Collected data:
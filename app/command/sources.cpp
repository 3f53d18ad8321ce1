// bathwright sources SPECIES: every constant used for a species or solid, and where it came from.
#include <CLI/CLI.hpp>
#include <bathwright/base/nearest.hpp>

#include "context.hpp"
#include "work/constants.hpp"

namespace bathwright::command {
namespace {

int run(const Context& context, const std::string& subject) {
  std::vector<std::string> names;
  const std::vector<Constant> rows = constants_about(subject, names);
  if (rows.empty()) {
    const auto close = nearest(subject, names);
    return fail(context,
                {{Fault::bad_input, subject, "no constant is about it",
                  "an ion, solid, gas or salt, as Ni^2+", close ? "Did you mean " + *close + "?" : ""}});
  }
  if (context.json) {
    Json doc = document({});
    doc["subject"] = subject;
    doc["basis"] = is_basis(subject);
    doc["constants"] = Json::array();
    for (const Constant& row : rows)
      doc["constants"].push_back({{"kind", row.table},
                                  {"about", row.what},
                                  {"values", values_with_set(row)},
                                  {"quality", row.quality},
                                  {"source", row.source},
                                  {"note", row.note}});
    print(doc);
    return Exit::all_well;
  }
  print(sources_sheet(subject, rows));
  return Exit::all_well;
}

}  // namespace

void add_sources(CLI::App& program, Context& context, Action& action) {
  auto* verb = program.add_subcommand("sources", "every constant used for a species, and where it came from");
  verb->fallthrough();
  auto subject = std::make_shared<std::string>();
  verb->add_option("SPECIES", *subject, "an ion, solid, gas or salt: Ni^2+, H3BO3, CaSO4.2H2O")->required();
  verb->footer("Example: bathwright sources HSO4^-\n");
  verb->callback(
      [&context, &action, subject] { action = [&context, subject] { return run(context, *subject); }; });
}

}  // namespace bathwright::command
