#include "workspace.hpp"

#include <algorithm>
#include <array>
#include <cmath>
#include <numbers>

#include "elimination.hpp"

namespace bathwright::speciation {
namespace {

/// Stoichiometric inverses are small fractions; rounding them keeps the totals of the new basis exact.
double to_simple_fraction(double value) {
  if (value == static_cast<double>(static_cast<int>(value))) return value;
  constexpr double denominator = 5040;
  const double rounded = std::round(value * denominator) / denominator;
  return std::abs(value - rounded) < 1e-10 ? rounded : value;
}

SolidRule rule(const Task& task, std::size_t solid) {
  return task.solids.empty() ? SolidRule::report_only : task.solids[solid];
}

void mark_present(const ChemicalSystem& system, const Task& task, std::vector<bool>& present) {
  for (std::size_t i = 0; i < present.size(); ++i) present[i] = std::abs(task.component_mol[i]) > absent_mol;
  present[0] = true;  // water always brings H^+
  const auto bring = [&](const std::vector<double>& made_of) {
    for (std::size_t i = 0; i < present.size(); ++i)
      if (made_of[i] != 0) present[i] = true;
  };
  for (std::size_t k = 0; k < system.solids().size(); ++k)
    if (rule(task, k) == SolidRule::in_excess) bring(system.solids()[k].made_of);
  for (const HeldGas& held : task.gases) bring(system.gases()[held.gas].made_of);
  if (task.pH) present[task.pH->counter_ion] = true;
}

}  // namespace

Workspace::Workspace(const Solver& solver) : solver_(&solver), model_(&solver.model()) {
  const ChemicalSystem& system = solver.system();
  const std::size_t all = system.components().size(), count = system.species().size(),
                    solids = system.solids().size(), gases = system.gases().size();
  const std::size_t width = padded(all + 2), system_width = padded(all + solids + gases + 4);
  kind_table.resize(2 * kinds() * width);
  by_kind.resize(kinds() * kinds());
  derivative.resize(kinds() * kinds());
  elimination.resize(std::max(kinds() * (padded(kinds()) + width), system_width * system_width));
  curvature.resize((all + 1) * width);
  phases.reserve(solids + gases + 1);
  species.reserve(count);
  kind.reserve(count);
  row_of_.reserve(all);
  present_.resize(all);
  was_present_.resize(all);
  rules_.reserve(solids);
  held_gases_.reserve(gases);
  for (Form* form : {&form_, &original_}) {
    form->first.reserve(count + 1);
    form->entries.reserve(count * (all + 1));
    form->first_holder.reserve(all + 1);
    form->holders.reserve(count * all);
  }
  original_phases_.reserve(solids + gases + 1);
  members_.reserve(count + solids);
}

void Workspace::load(const Task& task, const Constants& constants) {
  if (was_present_[0] && same_problem(task)) {
    if (rebased_) return_to_components();
    for (Phase& phase : phases) {
      phase.active = phase.kind != Phase::Kind::precipitate;
      phase.mol = 0;
    }
  } else {
    compile(task);
  }
  fill(task, constants);
  x.setZero(components());
  ln_gamma.setZero(static_cast<Index>(kinds()));
  ln_aw = 0;
  water_kg = task.water_kg;
}

bool Workspace::reload(const Task& task, const Constants& constants) {
  if (!was_present_[0] || !same_problem(task)) return false;
  fill(task, constants);
  return true;
}

bool Workspace::same_problem(const Task& task) const {
  if (task.solids.size() != rules_.size() || !std::equal(rules_.begin(), rules_.end(), task.solids.begin()) ||
      task.gases.size() != held_gases_.size() || task.pH.has_value() != counter_ion_.has_value() ||
      (task.pH && task.pH->counter_ion != *counter_ion_))
    return false;
  for (std::size_t g = 0; g < held_gases_.size(); ++g)
    if (task.gases[g].gas != held_gases_[g]) return false;
  for (std::size_t i = 0; i < present_.size(); ++i)
    if (std::abs(task.component_mol[i]) > absent_mol && !was_present_[i]) return false;
  // A component that is gone altogether must not keep its place; one that only solids bring does.
  for (std::size_t i = 1; i < present_.size(); ++i)
    if (present_[i] && !(std::abs(task.component_mol[i]) > absent_mol)) return false;
  return true;
}

void Workspace::compile(const Task& task) {
  const ChemicalSystem& system = solver_->system();
  const std::size_t all = system.components().size();
  mark_present(system, task, was_present_);
  for (std::size_t i = 0; i < all; ++i)
    present_[i] = was_present_[i] && std::abs(task.component_mol[i]) > absent_mol;
  rules_.assign(task.solids.begin(), task.solids.end());
  held_gases_.clear();
  for (const HeldGas& held : task.gases) held_gases_.push_back(held.gas);
  counter_ion_.reset();
  if (task.pH) counter_ion_ = task.pH->counter_ion;

  row_of_.assign(all, -1);
  Index rows = 0;
  for (std::size_t i = 0; i < all; ++i)
    if (was_present_[i]) row_of_[i] = rows++;
  const auto possible = [&](const std::vector<double>& made_of) {
    for (std::size_t i = 0; i < all; ++i)
      if (made_of[i] != 0 && !was_present_[i]) return false;
    return true;
  };
  const auto dense = [&](const std::vector<double>& made_of) {
    Vector column(rows);
    for (std::size_t i = 0; i < all; ++i)
      if (row_of_[i] >= 0) column(row_of_[i]) = made_of[i];
    return column;
  };

  species.clear();
  kind.clear();
  for (std::size_t j = 0; j < system.species().size(); ++j)
    if (possible(system.species()[j].made_of)) {
      species.push_back(j);
      kind.push_back(model_->kind_of()[j]);
    }
  original_kept_ = false;
  over_components(rows);
  form_.A.resize(rows, static_cast<Index>(species.size()));
  form_.water.resize(form_.A.cols());
  ln_K.resize(form_.A.cols());
  charge.resize(form_.A.cols());
  for (Index j = 0; j < form_.A.cols(); ++j) {
    const SystemSpecies& row = system.species()[species[static_cast<std::size_t>(j)]];
    form_.A.col(j) = dense(row.made_of);
    form_.water(j) = row.water;
    charge(j) = row.charge;
  }
  list_entries();

  phases.clear();
  for (std::size_t k = 0; k < system.solids().size(); ++k) {
    const SystemSolid& solid = system.solids()[k];
    if (rule(task, k) == SolidRule::report_only || !possible(solid.made_of)) continue;
    const bool excess = rule(task, k) == SolidRule::in_excess;
    if (!excess && !solver_->covers(k)) continue;
    const Vector column = dense(solid.made_of);
    phases.push_back({excess ? Phase::Kind::excess : Phase::Kind::precipitate, k, column, column, solid.water,
                      solid.water, 0, excess, 0});
  }
  for (const HeldGas& held : task.gases) {
    const SystemSpecies& gas = system.gases()[held.gas];
    const Vector column = dense(gas.made_of);
    phases.push_back({Phase::Kind::gas, held.gas, column, column, gas.water, gas.water, 0, true, 0});
  }
  if (task.pH) {
    Vector condition = Vector::Zero(rows), supply = Vector::Zero(rows);
    condition(proton) = 1;
    supply(proton) = 1;
    const int z = system.species()[task.pH->counter_ion].charge;
    supply(row_of_[task.pH->counter_ion]) = -1.0 / z;
    phases.push_back({Phase::Kind::ph, 0, condition, supply, 0, 0, 0, true, 0});
  }
}

/// The components are the basis.
void Workspace::over_components(Index rows) {
  rebased_ = false;
  ++basis_;
  inverse_.setIdentity(rows, rows);
  members_.clear();
  for (Index i = 0; i < rows; ++i) members_.push_back({false, static_cast<std::size_t>(i)});
}

void Workspace::return_to_components() {
  form_ = original_;
  for (std::size_t k = 0; k < phases.size(); ++k) phases[k] = original_phases_[k];
  over_components(components());
}

void Workspace::fill(const Task& task, const Constants& constants) {
  total.resize(components());
  for (std::size_t i = 0; i < row_of_.size(); ++i)
    if (row_of_[i] >= 0) total(row_of_[i]) = task.component_mol[i];
  total_water = task.water_kg * water_mol_per_kg;
  for (Index j = 0; j < count(); ++j) ln_K(j) = constants.species[species[static_cast<std::size_t>(j)]];
  std::size_t gas = 0;
  for (Phase& phase : phases) switch (phase.kind) {
      case Phase::Kind::precipitate:
      case Phase::Kind::excess:
        phase.ln_K = constants.solids[phase.index];
        break;
      case Phase::Kind::gas:
        phase.ln_K = constants.gases[phase.index] + std::log(task.gases[gas++].pressure_bar);
        break;
      case Phase::Kind::ph:
        phase.ln_K = -task.pH->pH * std::numbers::ln10;
        break;
    }
  if (!rebased_) return;
  // Over the members of another basis.
  Vector K(components()), h(components());
  for (Index i = 0; i < components(); ++i) {
    const auto [is_phase, index] = members_[static_cast<std::size_t>(i)];
    K(i) = is_phase ? -phases[index].ln_K : ln_K(static_cast<Index>(index));
    h(i) = is_phase ? solver_->system().solids()[phases[index].index].water
                    : solver_->system().species()[species[index]].water;
  }
  total = Vector(inverse_.lazyProduct(total));
  total_water -= total.dot(h);
  for (Index j = 0; j < count(); ++j) ln_K(j) -= form_.A.col(j).dot(K);
  for (Phase& phase : phases) phase.ln_K += phase.condition.dot(K);
}

void Workspace::list_entries() {
  form_.entries.clear();
  form_.first.clear();
  for (Index j = 0; j < count(); ++j) {
    form_.first.push_back(form_.entries.size());
    for (Index i = 0; i < components(); ++i)
      if (form_.A(i, j) != 0) form_.entries.push_back({static_cast<std::uint16_t>(i), form_.A(i, j)});
    if (form_.water(j) != 0)
      form_.entries.push_back({static_cast<std::uint16_t>(components()), form_.water(j)});
  }
  form_.first.push_back(form_.entries.size());
  // The same entries row by row: count, then place.
  const auto rows = static_cast<std::size_t>(components());
  form_.first_holder.assign(rows + 1, 0);
  for (const Entry& entry : form_.entries)
    if (entry.row < rows) ++form_.first_holder[entry.row + 1u];
  for (std::size_t i = 0; i < rows; ++i) form_.first_holder[i + 1] += form_.first_holder[i];
  form_.holders.resize(form_.first_holder[rows]);
  std::array<std::size_t, most_rows> next{};
  std::copy_n(form_.first_holder.begin(), rows, next.begin());
  for (Index j = 0; j < count(); ++j)
    for (const Entry* e = begin(j); e != end(j); ++e)
      if (e->row < rows) form_.holders[next[e->row]++] = {j, e->value};
}

void Workspace::ln_molality(SpeciesVector& result) const {
  double extended[most_rows];
  std::copy_n(x.data(), components(), extended);
  extended[components()] = ln_aw;
  result.resize(count());
  for (Index j = 0; j < count(); ++j) {
    double sum = ln_K(j) - ln_gamma(kind[static_cast<std::size_t>(j)]);
    for (const Entry* e = begin(j); e != end(j); ++e) sum += e->value * extended[e->row];
    result(j) = sum;
  }
}

void Workspace::molality(SpeciesVector& result, double highest) const {
  ln_molality(result);
  result = result.array().min(highest).exp();
}

void Workspace::sum_kinds(const SpeciesVector& molality, SpeciesVector& in_kind) const {
  in_kind.setZero(static_cast<Index>(kinds()));
  for (Index j = 0; j < count(); ++j) in_kind(kind[static_cast<std::size_t>(j)]) += molality(j);
}

bool Workspace::rebase(const SpeciesVector& m) {
  // A component is scarce when its own species holds next to nothing of it: its balance then says nothing
  // about it. Two rounds a component are ample: a swap may make another one scarce.
  bool exchanged = false;
  for (Index round = 0; round < 2 * components(); ++round) {
    const Index scarce = scarce_component(m);
    if (scarce < 0) break;
    const BasisMember member = most_abundant_holder(scarce, m);
    if (member == members_[static_cast<std::size_t>(scarce)]) break;
    exchange(scarce, member);
    list_entries();
    exchanged = true;
  }
  return exchanged;
}

Index Workspace::scarce_component(const SpeciesVector& m) const {
  constexpr double scarce_fraction = 1e-6;
  Vector throughput = total.cwiseAbs();
  for (Index i = 0; i < components(); ++i)
    for (const auto& [j, count] : holders(i)) throughput(i) += std::abs(count) * m(j) * water_kg;
  for (Index i = 0; i < components(); ++i)
    if (std::exp(std::min(x(i), 50.0)) * water_kg < scarce_fraction * throughput(i)) return i;
  return -1;
}

Workspace::BasisMember Workspace::most_abundant_holder(Index component, const SpeciesVector& m) const {
  // A solid in the basis keeps the noise of its amount out of what is left dissolved.
  constexpr double part_of_it = 1e-9;
  BasisMember most = members_[static_cast<std::size_t>(component)];
  double largest = 0;
  for (Index j = 0; j < count(); ++j)
    if (std::abs(form_.A(component, j)) > part_of_it && m(j) * water_kg > largest) {
      largest = m(j) * water_kg;
      most = {false, static_cast<std::size_t>(j)};
    }
  for (std::size_t k = 0; k < phases.size(); ++k)
    if (phases[k].kind == Phase::Kind::precipitate && phases[k].active && phases[k].mol > largest &&
        std::abs(phases[k].condition(component)) > part_of_it) {
      largest = phases[k].mol;
      most = {true, k};
    }
  return most;
}

void Workspace::exchange(Index i, BasisMember member) {
  if (!original_kept_) {
    original_ = form_;
    original_phases_ = phases;
    original_kept_ = true;
  }
  const auto row = static_cast<Index>(member.index);
  const Vector made_of = member.is_phase ? phases[member.index].condition : Vector(form_.A.col(row));
  const double K = member.is_phase ? -phases[member.index].ln_K : ln_K(row);
  const double h = member.is_phase ? phases[member.index].water : form_.water(row);
  x(i) = K + h * ln_aw + made_of.dot(x);
  // Over the new basis: c_i / d_i of the new member, the rest of c less what that brings.
  const auto rewrite = [&](auto&& column) {
    const double share = to_simple_fraction(column(i) / made_of(i));
    if (share == 0) return 0.0;
    for (Index k = 0; k < components(); ++k)
      if (made_of(k) != 0) column(k) = k == i ? share : to_simple_fraction(column(k) - share * made_of(k));
    return share;
  };
  for (Index j = 0; j < count(); ++j)
    if (form_.A(i, j) != 0) {
      const double share = rewrite(form_.A.col(j));
      ln_K(j) -= share * K;
      form_.water(j) -= share * h;
    }
  for (Phase& phase : phases) {
    const double share = rewrite(phase.condition), supplied = rewrite(phase.supply);
    phase.ln_K += share * K;
    phase.water -= share * h;
    phase.supply_water -= supplied * h;
  }
  for (Index c = 0; c < inverse_.cols(); ++c) rewrite(inverse_.col(c));
  const double of_member = total(i) / made_of(i);
  total -= of_member * made_of;
  total(i) = of_member;
  total_water -= of_member * h;
  members_[static_cast<std::size_t>(i)] = member;
  rebased_ = true;
  ++basis_;
}

}  // namespace bathwright::speciation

> Description of the task: From the line that has "most = members_[static_cast<std::size_t>(component)];" through the line that has "x(i) = K + h * ln_aw + made_of.dot(x);", copy every line exactly as it appears above, and leave out all others.

> Solution to this problem:
  BasisMember most = members_[static_cast<std::size_t>(component)];
  double largest = 0;
  for (Index j = 0; j < count(); ++j)
    if (std::abs(form_.A(component, j)) > part_of_it && m(j) * water_kg > largest) {
      largest = m(j) * water_kg;
      most = {false, static_cast<std::size_t>(j)};
    }
  for (std::size_t k = 0; k < phases.size(); ++k)
    if (phases[k].kind == Phase::Kind::precipitate && phases[k].active && phases[k].mol > largest &&
        std::abs(phases[k].condition(component)) > part_of_it) {
      largest = phases[k].mol;
      most = {true, k};
    }
  return most;
}

void Workspace::exchange(Index i, BasisMember member) {
  if (!original_kept_) {
    original_ = form_;
    original_phases_ = phases;
    original_kept_ = true;
  }
  const auto row = static_cast<Index>(member.index);
  const Vector made_of = member.is_phase ? phases[member.index].condition : Vector(form_.A.col(row));
  const double K = member.is_phase ? -phases[member.index].ln_K : ln_K(row);
  const double h = member.is_phase ? phases[member.index].water : form_.water(row);
  x(i) = K + h * ln_aw + made_of.dot(x);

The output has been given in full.